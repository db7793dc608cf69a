import { LEAST_LOG, type CountModel } from "@/lib/science/detection/count-model";
import type { CountTally } from "@/lib/science/detection/count-tally";
import { choleskyFactor, invertPositiveDefinite, solveByCholesky } from "@/lib/science/stats/cholesky";

/** A model's most likely parameters for one site's counts. */
export interface CountModelFit {
  /** `[parameter]`, on the model's own scale. */
  place: Float64Array;
  /** `[parameter][parameter]`; parameters at the edge of their range count as known. */
  covariance: Float64Array;
  logLikelihood: number;
  converged: boolean;
}

const MOST_STEPS = 80;
const SMALL_GAIN = 1e-9;
const DIFFERENCE = 1e-5;
const HARDEST_DAMPING = 1e9;
const LARGEST_LOG = 14;

interface Slopes {
  gradient: Float64Array;
  /** Σ f (∂p/p)(∂p/p)ᵀ */
  information: Float64Array;
}

/**
 * Returns the maximum-likelihood fit of a model, from where its start lies: damped scoring with the outer product of the scores as
 * information (Berndt, Hall, Hall and Hausman 1974), every step uphill.
 */
export function fitCountModel(model: CountModel, tally: CountTally, start: Float64Array): CountModelFit {
  let place = start;
  let logLikelihood = logLikelihoodAt(model, tally, place);
  let damping = 1e-3;
  let converged = false;
  let slopes = slopesAt(model, tally, place);
  for (let step = 0; step < MOST_STEPS && damping < HARDEST_DAMPING && !converged; step++) {
    const next = stepFrom(place, slopes, damping);
    const reached = next === null ? Number.NEGATIVE_INFINITY : logLikelihoodAt(model, tally, next);
    if (next !== null && reached >= logLikelihood) {
      converged = reached - logLikelihood < SMALL_GAIN * Math.abs(logLikelihood);
      place = next;
      logLikelihood = reached;
      slopes = slopesAt(model, tally, place);
      damping = Math.max(1e-9, damping / 10);
    } else {
      damping *= 10;
    }
  }
  return { place, covariance: covarianceOf(slopes), logLikelihood, converged };
}

function stepFrom(place: Float64Array, { gradient, information }: Slopes, damping: number): Float64Array | null {
  const size = place.length;
  const damped = information.slice();
  for (let m = 0; m < size; m++) damped[m * size + m] = damped[m * size + m] * (1 + damping) + 1e-9;
  const factor = choleskyFactor(damped, size);
  if (factor === null) return null;
  const step = solveByCholesky(factor, size, gradient);
  return place.map((value, m) => Math.min(LARGEST_LOG, Math.max(LEAST_LOG, value + Math.min(2, Math.max(-2, step[m])))));
}

function densitiesAt(model: CountModel, tally: CountTally, place: Float64Array): Float64Array {
  const components = model.components(place);
  const { brightWeight } = components;
  return tally.counts.map((n) => brightWeight * model.brightDensity(n, components) + (1 - brightWeight) * model.darkDensity(n, components));
}

function logLikelihoodAt(model: CountModel, tally: CountTally, place: Float64Array): number {
  const densities = densitiesAt(model, tally, place);
  return densities.reduce((sum, p, e) => sum + tally.frequencies[e] * Math.log(p), 0);
}

function slopesAt(model: CountModel, tally: CountTally, place: Float64Array): Slopes {
  const size = place.length;
  const densities = densitiesAt(model, tally, place);
  const scores = Array.from({ length: size }, (_, m) => {
    const shifted = (by: number) => densitiesAt(model, tally, place.map((value, other) => (other === m ? value + by : value)));
    const [above, below] = [shifted(DIFFERENCE), shifted(-DIFFERENCE)];
    return densities.map((p, e) => (above[e] - below[e]) / (2 * DIFFERENCE * p));
  });
  const gradient = Float64Array.from(scores, (score) => score.reduce((sum, value, e) => sum + tally.frequencies[e] * value, 0));
  const information = new Float64Array(size * size);
  for (let m = 0; m < size; m++) {
    for (let q = 0; q < size; q++) information[m * size + q] = scores[m].reduce((sum, value, e) => sum + tally.frequencies[e] * value * scores[q][e], 0);
  }
  return { gradient, information };
}

/** Below this information a parameter, on its logarithmic scale, is at the edge of its range. */
const NO_INFORMATION = 1e-3;

function covarianceOf({ information }: Slopes): Float64Array {
  const size = Math.sqrt(information.length);
  const known = Array.from({ length: size }, (_, m) => information[m * size + m] < NO_INFORMATION);
  const kept = information.map((value, at) => {
    const [row, column] = [Math.floor(at / size), at % size];
    if (known[row] || known[column]) return row === column ? 1 : 0;
    return value;
  });
  const inverse = invertPositiveDefinite(kept, size) ?? new Float64Array(size * size).fill(Number.NaN);
  return inverse.map((value, at) => (known[Math.floor(at / size)] || known[at % size] ? 0 : value));
}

^^^^^^^^

**PROBLEM DESCRIPTION:**
Within the listing above, tally the lines holding the word "inverse". Give the tally only.

**TASK RESULT:**
2